Wednesday, October 2, 2013

I was able to have a Carnation Instant Breakfast with milk today, and when I got home from work tonight I was able to eat some dinner. Today was the most calories I have had in a week or so. At first it felt good to eat, to fill my stomach. It was like a relief. But now I'm sitting with it in my stomach and it's really uncomfortable and it's making me anxious and making me think of purging. But I won't do that. That's a fast track to a rock bottom for me. I can't give in to those urges.
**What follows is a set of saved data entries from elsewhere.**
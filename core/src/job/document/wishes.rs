//! What a search for the best blade is asked for.

use serde::{Deserialize, Serialize};

/// What a search for the best blade is asked for.
#[derive(Clone, Debug, Default, PartialEq, Serialize, Deserialize)]
#[cfg_attr(feature = "cli", derive(schemars::JsonSchema))]
#[serde(deny_unknown_fields, default)]
pub struct Wishes {
    /// What counts, weighted; without any, each flight point by what it is for.
    #[serde(skip_serializing_if = "Vec::is_empty")]
    pub aims: Vec<Aim>,
    /// Limits of the finished propeller.
    #[serde(skip_serializing_if = "Limits::is_none")]
    pub limits: Limits,
    /// What stays as drawn.
    #[serde(skip_serializing_if = "Vec::is_empty")]
    pub held: Vec<Held>,
}

/// What a flight point is judged by.
#[derive(Clone, Debug, PartialEq, Serialize, Deserialize)]
#[cfg_attr(feature = "cli", derive(schemars::JsonSchema))]
#[serde(deny_unknown_fields)]
pub struct Aim {
    /// Name of the flight point.
    pub flight_point: String,
    /// The figure.
    pub figure: Figure,
    /// Its weight, above 0.
    #[serde(default = "one")]
    pub weight: f64,
}

/// A figure of a flight point by which blades are told apart.
#[derive(Clone, Copy, Debug, PartialEq, Eq, Serialize, Deserialize)]
#[cfg_attr(feature = "cli", derive(schemars::JsonSchema))]
#[serde(rename_all = "snake_case")]
pub enum Figure {
    /// True airspeed, m/s; of top speed.
    AirspeedMS,
    /// Propeller rpm.
    Rpm,
    /// Thrust of one propeller, N.
    ThrustN,
    /// Shaft power of one propeller, W.
    PowerW,
    /// `T V/P`.
    Efficiency,
    /// Rate of climb, m/s.
    RateOfClimbMS,
    /// How long fuel or battery last, s.
    EnduranceS,
    /// Take-off distance to 15 m, m.
    TakeOffM,
    /// Helical Mach number of the tip, for its noise.
    TipMach,
}

/// Limits of the finished propeller; what is not given is no limit.
#[derive(Clone, Debug, Default, PartialEq, Serialize, Deserialize)]
#[cfg_attr(feature = "cli", derive(schemars::JsonSchema))]
#[serde(deny_unknown_fields, default)]
pub struct Limits {
    /// Greatest propeller rpm at any flight point.
    #[serde(skip_serializing_if = "Option::is_none")]
    pub rpm_most: Option<f64>,
    /// Propeller rpm by flight point.
    #[serde(skip_serializing_if = "Vec::is_empty")]
    pub rpm: Vec<RpmLimit>,
    /// Least propeller rpm standing at full throttle.
    #[serde(skip_serializing_if = "Option::is_none")]
    pub standing_rpm_least: Option<f64>,
    /// Greatest helical Mach number of the tip at any flight point.
    #[serde(skip_serializing_if = "Option::is_none")]
    pub tip_mach_most: Option<f64>,
    /// Greatest diameter, m.
    #[serde(skip_serializing_if = "Option::is_none")]
    pub diameter_most_m: Option<f64>,
    /// Height of the shaft above the ground, m; with `ground_clearance_m` it limits the diameter.
    #[serde(skip_serializing_if = "Option::is_none")]
    pub shaft_height_m: Option<f64>,
    /// What is to be left between tip and ground, m.
    #[serde(skip_serializing_if = "Option::is_none")]
    pub ground_clearance_m: Option<f64>,
    /// Greatest width of the blank that blades and boss need in the plane of rotation, m, nothing left over.
    #[serde(skip_serializing_if = "Option::is_none")]
    pub blank_width_most_m: Option<f64>,
    /// Greatest thickness of the blank that blades and boss need along the axis, m, nothing left over.
    #[serde(skip_serializing_if = "Option::is_none")]
    pub blank_depth_most_m: Option<f64>,
    /// Least stress margin anywhere on the blade, limit over stress less 1; only where the job names its
    /// wood.
    #[serde(skip_serializing_if = "Option::is_none")]
    pub stress_margin_least: Option<f64>,
}

/// Limits of rpm at one flight point.
#[derive(Clone, Debug, PartialEq, Serialize, Deserialize)]
#[cfg_attr(feature = "cli", derive(schemars::JsonSchema))]
#[serde(deny_unknown_fields)]
pub struct RpmLimit {
    /// Name of the flight point.
    pub flight_point: String,
    /// Least propeller rpm.
    #[serde(default, skip_serializing_if = "Option::is_none")]
    pub least: Option<f64>,
    /// Greatest propeller rpm.
    #[serde(default, skip_serializing_if = "Option::is_none")]
    pub most: Option<f64>,
}

/// What a search may leave as drawn.
#[derive(Clone, Copy, Debug, PartialEq, Eq, Serialize, Deserialize)]
#[cfg_attr(feature = "cli", derive(schemars::JsonSchema))]
#[serde(rename_all = "kebab-case")]
pub enum Held {
    /// The diameter.
    Diameter,
    /// The angle of the blade as a whole.
    Pitch,
    /// How the angle runs along the blade.
    Twist,
    /// Chords, but for the scale of the diameter.
    Chord,
}

impl Wishes {
    /// What is wished for at a flight point goes along with its new name.
    pub fn rename_point(&mut self, from: &str, to: &str) {
        let aims = self.aims.iter_mut().map(|aim| &mut aim.flight_point);
        let limits = self.limits.rpm.iter_mut().map(|limit| &mut limit.flight_point);
        aims.chain(limits).filter(|name| *name == from).for_each(|name| to.clone_into(name));
    }

    /// What is wished for at a flight point goes with it.
    pub fn forget_point(&mut self, name: &str) {
        self.aims.retain(|aim| aim.flight_point != name);
        self.limits.rpm.retain(|limit| limit.flight_point != name);
    }
}

impl Limits {
    /// Whether there is no limit.
    #[must_use]
    pub fn is_none(&self) -> bool {
        *self == Self::default()
    }

    /// The greatest diameter, m, by itself and by the ground.
    #[must_use]
    pub fn greatest_diameter_m(&self) -> Option<f64> {
        let left = self.shaft_height_m.map(|h| 2.0 * (h - self.ground_clearance_m.unwrap_or(0.0)));
        [self.diameter_most_m, left].into_iter().flatten().reduce(f64::min)
    }
}

fn one() -> f64 {
    1.0
}
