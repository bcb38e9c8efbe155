//! The reducer: aircraft and engine, their figures, kinds and rows.

use spokeshave::job::{Aircraft, AltitudeLaw, Engine};

use super::*;

fn start() -> State {
    State::started(None, None)
}

fn typed(state: &State, field: Field, text: &str) -> State {
    state.after(Action::Type(field, text.into())).after(Action::Commit(field))
}

fn chosen(state: &State, choice: Choice) -> State {
    state.after(Action::Choose(choice, Running::default()))
}

const MASS: Field = Field::Aircraft(AircraftFigure::Mass);
const FUEL: Field = Field::Engine(EngineFigure::Fuel);

fn rows(state: &State) -> usize {
    match &state.job().engine {
        Some(Engine::Piston(p)) => p.full_throttle.len(),
        _ => 0,
    }
}

#[test]
fn a_mass_is_typed_in_the_unit_shown_and_is_one_step() {
    let pounds = Units { mass: crate::units::MassUnit::Pound, ..start().units };
    for (state, text) in
        [(start(), "450"), (start(), "992.08 lb"), (start().after(Action::Units(pounds)), "450 kg")]
    {
        let after = typed(&state, MASS, text);
        let Some(mass_kg) = AircraftFigure::Mass.value(after.job()) else { panic!("no mass") };
        assert!((mass_kg - 450.0).abs() < 0.01, "{text}: {mass_kg}");
        assert_eq!(after.history.undoes(), Some("mass in flight"));
        assert_eq!(**after.after(Action::Undo).job(), **start().job());
    }
}

#[test]
fn every_figure_of_aircraft_and_engine_is_shown_and_typed_back_unchanged() {
    for demo in 0..DEMOS.len() {
        let state = start().after(Action::Demo(demo));
        for field in machine_fields() {
            let text = shown_text(state.job(), &[], state.units, field);
            let after = typed(&state, field, &text);
            assert!(
                after.drafts.is_empty() && after.history.undoes() == state.history.undoes(),
                "{field:?} {text}"
            );
        }
    }
}

fn machine_fields() -> Vec<Field> {
    use AircraftFigure as A;
    use EngineFigure as E;
    let aircraft = [A::Mass, A::WingArea, A::ZeroLiftDrag, A::InducedFactor, A::AspectRatio, A::Oswald];
    let engine = [E::CurveRpm(1), E::CurvePower(1), E::GearRatio, E::LimitRpm, E::Consumption, E::Fuel];
    let motor = [E::SpeedConstant, E::Resistance, E::NoLoadCurrent, E::Cells, E::CellVoltage, E::UsableShare];
    let engine = engine.into_iter().chain(motor).map(Field::Engine);
    aircraft.into_iter().map(Field::Aircraft).chain(engine).collect()
}

#[test]
fn what_is_wrong_stays_as_typed_with_what_is_allowed() {
    for (field, text, said) in [
        (MASS, "0", "Allowed is 0.01 to 100 000 kg."),
        (Field::Aircraft(AircraftFigure::Engines), "0", "Allowed is 1 to 12."),
        (Field::Engine(EngineFigure::GearRatio), "0", "Allowed is 0.1 to 20."),
        (Field::Engine(EngineFigure::CurvePower(1)), "0", "Allowed is 0.001 to 5 000 kW."),
        (
            Field::Engine(EngineFigure::CurveRpm(1)),
            "3000",
            "Allowed is above 2 000 and below 2 800 rpm, the rows beside it.",
        ),
        (Field::Engine(EngineFigure::CurveRpm(4)), "100", "Allowed is above 3 200 rpm, the row before."),
        (FUEL, "much", "Not a number. It was 50 kg. Allowed is "),
    ] {
        let state = typed(&start(), field, text);
        let draft = &state.drafts[&field];
        let message = draft.message.clone().unwrap().replace(['\u{202f}', '\u{a0}'], " ");
        assert_eq!(draft.text, text);
        assert!(message.starts_with(said), "{message}");
        assert_eq!(**state.job(), **start().job());
    }
}

#[test]
fn an_empty_box_takes_out_only_what_a_job_may_go_without() {
    let without = typed(&start(), FUEL, "");
    assert_eq!(EngineFigure::Fuel.value(without.job()), None);
    assert_eq!(EngineFigure::Fuel.value(typed(&without, FUEL, "40").job()), Some(40.0));
    assert!(typed(&start(), MASS, "").drafts[&MASS].message.is_some());
}

#[test]
fn drag_given_another_way_is_the_same_drag() {
    let factor = |s: &State| match &s.job().aircraft {
        Some(Aircraft::Aeroplane(a)) => a.drag.induced_factor(),
        _ => 0.0,
    };
    let by_ratio = chosen(&start(), Choice::Aircraft(AircraftChoice::DragBy(DragBy::AspectRatio)));
    assert!(AircraftFigure::AspectRatio.value(by_ratio.job()).is_some());
    assert_eq!(AircraftFigure::InducedFactor.value(by_ratio.job()), None);
    assert!((factor(&by_ratio) - factor(&start())).abs() < 1e-12);
    assert_eq!(by_ratio.history.undoes(), Some("how drag due to lift is given"));
}

#[test]
fn a_row_is_added_between_its_neighbours_and_undone() {
    let more = chosen(&start(), Choice::Engine(EngineChoice::AddRow(1)));
    assert_eq!((rows(&more), EngineFigure::CurveRpm(2).value(more.job())), (6, Some(2_600.0)));
    assert_eq!(**more.after(Action::Undo).job(), **start().job());
    let last = chosen(&start(), Choice::Engine(EngineChoice::AddRow(4)));
    assert_eq!(EngineFigure::CurveRpm(5).value(last.job()), Some(3_400.0));
    let mut few = start();
    for _ in 0..3 {
        few = chosen(&few, Choice::Engine(EngineChoice::RemoveRow(0)));
    }
    let refused = chosen(&few, Choice::Engine(EngineChoice::RemoveRow(0)));
    assert_eq!(rows(&refused), 2);
    assert!(refused.notice.is_some());
}

#[test]
fn every_kind_of_aircraft_and_engine_starts_valid_and_can_be_undone() {
    for demo in 0..DEMOS.len() {
        let state = start().after(Action::Demo(demo));
        for kind in AircraftKind::ALL {
            let after = chosen(&state, Choice::Aircraft(AircraftChoice::Kind(kind)));
            assert_eq!(AircraftKind::of(after.job().aircraft.as_ref()), kind);
            assert!(after.job().check().is_empty());
        }
        for kind in EngineKind::ALL {
            let after = chosen(&state, Choice::Engine(EngineChoice::Kind(kind)));
            assert_eq!(EngineKind::of(after.job().engine.as_ref()), kind);
            assert!(after.job().check().is_empty());
            assert!(after.notice.is_none());
        }
    }
}

#[test]
fn the_mass_stays_when_the_kind_of_aircraft_changes() {
    let kind = |k| Choice::Aircraft(AircraftChoice::Kind(k));
    let rotors = chosen(&start(), kind(AircraftKind::Multirotor));
    assert_eq!(AircraftFigure::Mass.value(rotors.job()), AircraftFigure::Mass.value(start().job()));
}

#[test]
fn power_is_held_to_a_height_that_can_be_typed() {
    let law = |k| Choice::Engine(EngineChoice::Altitude(k));
    let held = chosen(&start(), law(AltitudeKind::HeldTo));
    let field = Field::Engine(EngineFigure::HeldTo);
    let held = typed(&held, field, "1500");
    let Some(Engine::Piston(p)) = &held.job().engine else { panic!("no piston engine") };
    assert!(matches!(&p.altitude_law, AltitudeLaw::HeldTo(h) if h.altitude_m == 1_500.0));
    assert_eq!(**chosen(&held, law(AltitudeKind::Falling)).job(), **start().job());
}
I don't really like understand what's going on with me. I know my anxiety has been much higher lately due to all of the trauma work I have been doing. Especially in the past few weeks, I have been talking about some really intense trauma related issues. That's why when I saw my therapist yesterday I told her up front that I didn't want to talk about them in our session. I have been not handling the new and more intense information well. I have been dissociating again, and I have not felt grounded at all. It does make me anxious that my therapist is gone the rest of this week, as I usually see her twice a week. But I know I can make it. She's just the ONLY one who gets what is going on in my head.

I need to get myself back on track nutritionally but it feels really scary because I just feels like a gross person when I eat. I think about it way too much. It matters too much to me. I'm so concerned with my appearance. My weight is always the thing I'm most worried about, because it's so much higher than I ever, ever, ever thought it would be. But I have a lot of insecurities and people keep telling me that those who care about me don't care what I look like. But it matters to ME what I look like.

I just feel panic. I want to talk to my therapist.